(Saved entries)
>>>
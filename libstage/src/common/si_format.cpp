// Engineering notation with the SI prefixes of common/si_prefixes.hpp,
// fixed-point and percent figures.
#include "common/si_format.hpp"

#include <algorithm>
#include <cmath>
#include <cstdio>

#include "common/constants.hpp"
#include "common/si_prefixes.hpp"

namespace stage::text {
namespace {

// Reports print up to tera; a larger figure in powers of ten.
constexpr int kLargestExponent = 12;

// What a figure smaller than the smallest prefix becomes.
enum class Below { rounded_in_smallest, power_of_ten };

std::string engineering(double value, std::string_view unit, int digits, int smallest_exponent,
                        Below below) {
  const std::string suffix = unit.empty() ? "" : " " + std::string(unit);
  if (std::isnan(value)) return "nan";
  if (std::isinf(value)) return (value < 0 ? "-∞" : "∞") + suffix;
  char buffer[64];
  const auto power_of_ten = [&] {
    std::snprintf(buffer, sizeof buffer, "%.*e", std::max(0, digits - 1), value);
    return std::string(buffer) + suffix;
  };
  int exponent = 0;
  if (value != 0.0) {
    exponent = static_cast<int>(std::floor(std::log10(std::abs(value)) / 3.0)) * 3;
    if (exponent < smallest_exponent && below == Below::power_of_ten) return power_of_ten();
    exponent = std::clamp(exponent, smallest_exponent, kLargestExponent);
  }
  double scaled = value / std::pow(10.0, exponent);
  const auto decimals_for = [digits](double v) {
    const int integer_digits = std::abs(v) >= 100 ? 3 : std::abs(v) >= 10 ? 2 : 1;
    return std::max(0, digits - integer_digits);
  };
  // 999.96 m rounds to "1000.0 m": show it as 1.000 of the next prefix.
  const double step = std::pow(10.0, -decimals_for(scaled));
  const double rounded = std::round(scaled / step) * step;
  // Below what the smallest prefix shows ("-0.000 f"): zero, plainly.
  if (rounded == 0.0) return "0" + suffix;
  if (std::abs(rounded) >= 1000) {
    // Beyond the largest prefix: powers of ten keep the column narrow.
    if (exponent == kLargestExponent) return power_of_ten();
    exponent += 3;
    scaled /= 1000;
  }
  std::snprintf(buffer, sizeof buffer, "%.*f", decimals_for(scaled), scaled);
  return std::string(buffer) + (unit.empty() ? "" : " ") + std::string(*standard_prefix(exponent)) +
         std::string(unit);
}

}  // namespace

std::string si(double value, std::string_view unit, int digits) {
  return engineering(value, unit, digits, -15, Below::rounded_in_smallest);
}

std::string significant(double value, std::string_view unit, int digits) {
  return engineering(value, unit, digits, -18, Below::power_of_ten);
}

std::string fixed(double value, std::string_view unit, int decimals) {
  char buffer[48];
  std::snprintf(buffer, sizeof buffer, "%.*f %s", decimals, value, std::string(unit).c_str());
  return buffer;
}

std::string percent(double ratio) {
  char buffer[32];
  std::snprintf(buffer, sizeof buffer, "%.4g %%", in_percent(ratio));
  return buffer;
}

std::string counted(std::size_t count, std::string_view one, std::string_view many) {
  return std::to_string(count) + " " + std::string(count == 1 ? one : many);
}

std::string joined(const std::vector<std::string>& names, std::string_view separator) {
  std::string list;
  for (const auto& n : names) list += (list.empty() ? "" : std::string(separator)) + n;
  return list;
}

}  // namespace stage::text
<<<
WHAT TO DO :: Using the records above, restate word for word the lines from the one with "if (exponent <" through the one with "double scaled = value", both included.

SOLUTION ::
    if (exponent < smallest_exponent && below == Below::power_of_ten) return power_of_ten();
    exponent = std::clamp(exponent, smallest_exponent, kLargestExponent);
  }
  double scaled = value / std::pow(10.0, exponent);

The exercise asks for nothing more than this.